3. the wpa spent money on the arts.









3. the wpa spent money on the arts. 3. the wpa spent money on the arts.

In 2014, when the Museum of Wisconsin Art mounted an exhibition of items created by the Milwaukee Handicraft Project, furniture from it was still being used at the Milwaukee Public Library. They produced toys, dolls, theatre costumes, quilts, rugs, draperies, wall hangings, and furniture that were purchased by schools, hospitals, : 164 and municipal organizations for the cost of materials only. "In that year," he said, "53 percent of Milwaukee's property taxes went unpaid because people just could not afford to make the tax payments." Workers were taught bookbinding, block printing, and design, which they used to create handmade art books and children's books.
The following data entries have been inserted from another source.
package dev.lawful.cli;

import java.io.IOException;
import java.io.InputStream;
import java.nio.ByteBuffer;
import java.nio.charset.CharacterCodingException;
import java.nio.charset.CodingErrorAction;
import java.nio.charset.StandardCharsets;
import java.util.ArrayList;
import java.util.Arrays;
import java.util.HashMap;
import java.util.List;
import java.util.Map;
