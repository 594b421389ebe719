package dev.lawful.cli;

import java.io.InputStream;
import java.io.OutputStream;
import java.io.PrintStream;
import java.io.PrintWriter;
import java.io.Writer;
import picocli.CommandLine;
import picocli.CommandLine.Command;
import picocli.CommandLine.Model.CommandSpec;
import picocli.CommandLine.ParameterException;
import picocli.CommandLine.Spec;
import picocli.CommandLine.UnmatchedArgumentException;

/**
 * The {@code lawful} command line: {@code lawful check FILE.law [--json]},
 * {@code lawful complete FILE.law --in DATA.csv --out FULL.csv [--keep-going]},
 * {@code lawful verify FILE.law --in FULL.csv [--tol T] [--json]}, {@code lawful help [COMMAND]}, {@code --help}
 * and {@code --version} on every command.
 *
 * <p>Exit status: {@value #EXIT_OK} on success, {@value #EXIT_INVALID} when a law file has errors, the data break a
 * law ({@code verify}) or a row cannot be completed ({@code complete}), {@value #EXIT_USAGE} for a usage error or a
 * file that cannot be read or is malformed, {@value #EXIT_INTERNAL} for an internal error (a bug, printed with its
 * stack trace).
 */
@Command(name = "lawful",
        mixinStandardHelpOptions = true,
        version = Lawful.VERSION,
        synopsisSubcommandLabel = "COMMAND",
        description = "Checks law files (the analytic laws, such as conservation of mass, energy or elements, that a "
                + "network's outputs are made to obey exactly), completes tables of data so that they obey them, "
                + "and verifies how well data obey them.",
        subcommands = {CheckCommand.class, CompleteCommand.class, VerifyCommand.class, DemoCommand.class,
            CommandLine.HelpCommand.class},
        commandListHeading = "%nCommands:%n",
        exitCodeListHeading = "%nExit status:%n",
        exitCodeList = {
            "0:success",
            "1:the law file has errors, the data break a law (verify), or a row cannot be completed (complete)",
            "2:usage error, or a file that cannot be read or is malformed",
            "3:internal error (a bug)"},
        footerHeading = "%nCaution:%n",
        footer = "Lawful makes a surrogate obey the laws you write; it does not make the surrogate valid or safe. "
                + "Validate it against trusted models and the applicable codes, and have it reviewed by a licensed "
                + "professional, before it informs any real decision.")
public final class Lawful implements Runnable {

    /** The version line printed by {@code --version}. */
    public static final String VERSION = "lawful 0.1.0-SNAPSHOT";

    /** Exit status of a successful command. */
    public static final int EXIT_OK = 0;
    /** Exit status when a law file has errors, data break a law, or a row cannot be completed. */
    public static final int EXIT_INVALID = 1;
    /** Exit status of a usage error (picocli's default for bad options), or of a file that cannot be read or is malformed. */
    public static final int EXIT_USAGE = 2;
    /** Exit status of an internal error: an unexpected exception, which is a bug. */
    public static final int EXIT_INTERNAL = 3;

    @Spec
    private CommandSpec spec;

    private InputStream stdin = InputStream.nullInputStream();
    private PrintStream stdout = new PrintStream(OutputStream.nullOutputStream());
    private boolean errTerminal;

    /** Creates the top command; picocli calls this. */
    public Lawful() {
    }

    /** @return standard input, for {@code --in -} */
    InputStream stdin() {
        return stdin;
    }

    /** @return standard output as bytes, for {@code --out -} (data are written to it unescaped) */
    PrintStream stdout() {
        return stdout;
    }

    /** @return whether standard error is a terminal, so a progress display may be drawn on it */
    boolean standardErrorIsTerminal() {
        return errTerminal;
    }

    /** @return the worker threads of {@code complete} and {@code verify}: one per available processor */
    int threads() {
        return Pipeline.defaultThreads();
    }

    /** Runs when no command is given: that is a usage error. */
    @Override
    public void run() {
        throw new ParameterException(spec.commandLine(), "Missing required command (try 'lawful check FILE.law')");
    }

    /**
     * Runs the command line and exits the JVM with its status.
     *
     * @param args the arguments
     */
    public static void main(String... args) {
        // JavaCPP's loader (under ND4J, for lawful demo) warns on standard error that Deeplearning4j 1.0.0-M2.1's own
        // JavaCPP and OpenBLAS versions differ; through SLF4J the warning reaches the command line's logging
        // backend, which discards it
        if (System.getProperty("org.bytedeco.javacpp.logger") == null) {
            System.setProperty("org.bytedeco.javacpp.logger", "slf4j");
        }
        System.exit(run(System.in, System.out, System.err, RowProgress.standardErrorIsTerminal(), args));
    }

    /**
     * Runs the command line without exiting, so it can be embedded and tested.
     *
     * @param out  receives results (summaries, JSON, help); written in this stream's own character encoding
     * @param err  receives diagnostics and usage errors
     * @param args the arguments, as on the command line
     * @return the exit status: one of {@link #EXIT_OK}, {@link #EXIT_INVALID}, {@link #EXIT_USAGE},
     *         {@link #EXIT_INTERNAL}
     */
    public static int run(PrintStream out, PrintStream err, String... args) {
        return run(InputStream.nullInputStream(), out, err, false, args);
    }

    /**
     * Runs the command line without exiting, with a standard input.
     *
     * @param in       standard input, read by {@code --in -}
     * @param out      receives results, and the data of {@code --out -} (as bytes)
     * @param err      receives diagnostics, usage errors and, when {@code terminal}, the progress display
     * @param terminal whether {@code err} is a terminal
     * @param args     the arguments, as on the command line
     * @return the exit status, as {@link #run(PrintStream, PrintStream, String...)}
     */
    public static int run(InputStream in, PrintStream out, PrintStream err, boolean terminal, String... args) {
        PrintWriter o = writer(out);
        PrintWriter e = writer(err);
        Lawful top = new Lawful();
        top.stdin = in;
        top.stdout = out;
        top.errTerminal = terminal;
        CommandLine cmd = new CommandLine(top);
        cmd.setOut(o);
        cmd.setErr(e);
        cmd.setParameterExceptionHandler(Lawful::usageError);
        cmd.setExecutionExceptionHandler((ex, line, parsed) -> {
            line.getErr().println("lawful: internal error: " + ex);
            ex.printStackTrace(line.getErr());
            return EXIT_INTERNAL;
        });
        try {
            return cmd.execute(args);
        } finally {
            o.flush();
            e.flush();
        }
    }

    /**
     * Prints a usage error: the message, for an unknown command the nearest command name when one is near (picocli's
     * own suggestions would offer any command), and one line saying where the help is. The whole help is not
     * printed: it would scroll the error out of sight.
     *
     * @return the exit status {@link #EXIT_USAGE}
     */
    private static int usageError(ParameterException ex, String[] args) {
        CommandLine line = ex.getCommandLine();
        PrintWriter err = line.getErr();
        err.println(ex.getMessage());
        if (ex instanceof UnmatchedArgumentException u && !u.getUnmatched().isEmpty()
                && !line.getSubcommands().isEmpty()) {
            String near = dev.lawful.algebra.Names.nearest(u.getUnmatched().get(0), line.getSubcommands().keySet());
            if (near != null) {
                err.println("Did you mean 'lawful " + near + "'?");
            }
        }
        err.println("Run '" + line.getCommandSpec().qualifiedName() + " --help' for the options and what they do.");
        return EXIT_USAGE;
    }

    /**
     * A writer that hands its characters to {@code stream}, so they are encoded with the stream's charset (a
     * {@code PrintWriter} built on the stream directly would use the platform default instead), with every control
     * character escaped ({@link Printable}): messages quote law and data files, and an escape sequence in a file
     * must not reach the terminal.
     */
    private static PrintWriter writer(PrintStream stream) {
        return new PrintWriter(new Writer() {
            @Override
            public void write(char[] buffer, int offset, int length) {
                stream.print(Printable.escape(String.valueOf(buffer, offset, length)));
            }

            @Override
            public void flush() {
                stream.flush();
            }

            @Override
            public void close() {
                stream.flush();
            }
        });
    }
}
3. the wpa spent money on the arts.

Historian John Gurda observed that the city's unemployment hovered at 40% in 1933. : 164 The project came to employ about 5,000 unskilled workers, many of them women and the long-term unemployed. One particular success was the Milwaukee Handicraft Project, which started in 1935 as an experiment that employed 900 people who were classified as unemployable due to their age or disability. As a result, the Federal Art Project supported such iconic artists as Jackson Pollock before their work could earn them income. Abstraction had not yet gained favor in the 1930s and 1940s, so was virtually unsalable. The WPA program made no distinction between representational and nonrepresentational art. Three comparable but distinctly separate New Deal art projects were administered by the United States Department of the Treasury: the Public Works of Art Project (1933–1934), the Section of Painting and Sculpture (1934–1943), and the Treasury Relief Art Project (1935–1938). The primary output of the art-research group was the Index of American Design, a mammoth and comprehensive study of American material culture.Īs many as 10,000 artists were commissioned to produce work for the WPA Federal Art Project, the largest of the New Deal art projects. The work was divided into art production, art instruction, and art research. Artists were paid $23.60 a week tax-supported institutions such as schools, hospitals, and public buildings paid only for materials. The Federal Art Project's primary goals were to employ out-of-work artists and to provide art for nonfederal municipal buildings and public spaces. The project created more than 200,000 separate works, some of them remaining among the most significant pieces of public art in the country.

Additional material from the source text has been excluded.